### Task prompt:
In which lines of the data does the string "forged" appear? Copy every one.

(Stored items from a collection)
class TestHostileClients:
    def test_daemon_under_a_mix_of_hostile_clients_delivers_every_map(self, ctx):
        """Garbage and forged acks, bad snapshot requests, raw TCP junk, an oversized frame and
        a subscriber that never reads, while a good follower must adopt every map in order.
        Bounded by message counts; timing figures are in tests/bench/bench_hostile.py."""
        cfg = loopback_config()
        plan = make_plan(**cfg.link.model_dump())
        gate = threading.Event()
        drv = ScriptedDriver(plan, frames=300, frame_s=0.01, gate=gate,
                             fades=[(0.8, 20, 59, 15.0), (1.6, 100, 140, 12.0)])
        adopted = []
        with Service(cfg, driver=drv, context=ctx) as svc:
            eps = svc.endpoints
            f2 = None
            try:
                f2 = Follower(plan=plan, map_endpoint=eps["maps"],
                              snapshot_endpoint=eps["snapshots"], ack_endpoint=eps["acks"],
                              bits=list(cfg.loading.bits), budget_db=cfg.loading.budget_db,
                              cap_db=cfg.loading.cap_db, context=ctx,
                              on_map=lambda m: adopted.append(m.seq))
                assert _pump(svc, until=lambda: f2.synced and f2.last_heartbeat is not None,
                             timeout_s=10.0, followers=[f2])
                pushes = [_push(ctx, eps["acks"]) for _ in range(3)]
                dealer = ctx.socket(zmq.DEALER)
                dealer.setsockopt(zmq.LINGER, 0)
                dealer.connect(eps["snapshots"])
                idle = ctx.socket(zmq.SUB)  # subscribes and never reads
                idle.setsockopt(zmq.LINGER, 0)
                idle.setsockopt(zmq.RCVHWM, 1)
                idle.setsockopt(zmq.SUBSCRIBE, b"")
                idle.connect(eps["maps"])
                pushes[2].send_multipart([b"ack", b" " * (1 << 20)])
                # Raw junk goes to the snapshot socket: libzmq reads bytes that are no ZMTP 3
                # greeting as ZMTP 1.0 frames, so junk may become (counted) messages there, and
                # the ack count below stays exact.
                host, port = eps["snapshots"][len("tcp://"):].rsplit(":", 1)
                gate.set()
                rounds = 0
                sent = 0

                def hostile_round():
                    nonlocal rounds, sent
                    rounds += 1
                    for frames, _reason in BAD_ACKS:
                        pushes[rounds % 2].send_multipart(
                            _ack(10**18, epoch=svc.epoch) if _reason == "forged" else frames)
                        sent += 1
                    dealer.send_multipart([b"", b"snapshot", b"more"])
                    if rounds % 10 == 0:
                        with socket.create_connection((host, int(port)), timeout=5) as raw:
                            raw.sendall(os.urandom(512))
                    svc.step(0.002)
                    follow()

                def follow():  # the good transmitter acknowledges what it adopts
                    m = f2.poll(0)
                    if m is not None:
                        f2.ack(m.effective_frame, m.created_s)

                done = lambda: (svc.driver_state == "ended" and not svc._pending()
                                and f2.current is not None
                                and f2.current.seq == svc.current_map.seq)
                deadline = time.monotonic() + 60.0  # only catches a hang
                while not done() and time.monotonic() < deadline:
                    hostile_round()
                for _ in range(50):  # let the last garbage and acks reach the daemon
                    svc.step(0.002)
                    follow()
                assert done()
                st = svc.publish_status()
                errors = st["protocol_errors"]
                assert errors["acks"]["forged"] > 0 and errors["acks"]["header_json"] > 0
                assert errors["snapshots"]["request"] > 0
                assert sum(errors["acks"].values()) <= sent
                assert st["acks"]["followers"]["seq"] == svc.current_map.seq  # not 10**18
                assert adopted == list(range(adopted[0], svc.current_map.seq + 1))
                assert adopted[0] == 0 and f2.counters["gaps"] == 0
                for s in (*pushes, dealer, idle):
                    s.close()
            finally:
                if f2 is not None:
                    f2.close()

### Response box:
        """Garbage and forged acks, bad snapshot requests, raw TCP junk, an oversized frame and
                            _ack(10**18, epoch=svc.epoch) if _reason == "forged" else frames)
                assert errors["acks"]["forged"] > 0 and errors["acks"]["header_json"] > 0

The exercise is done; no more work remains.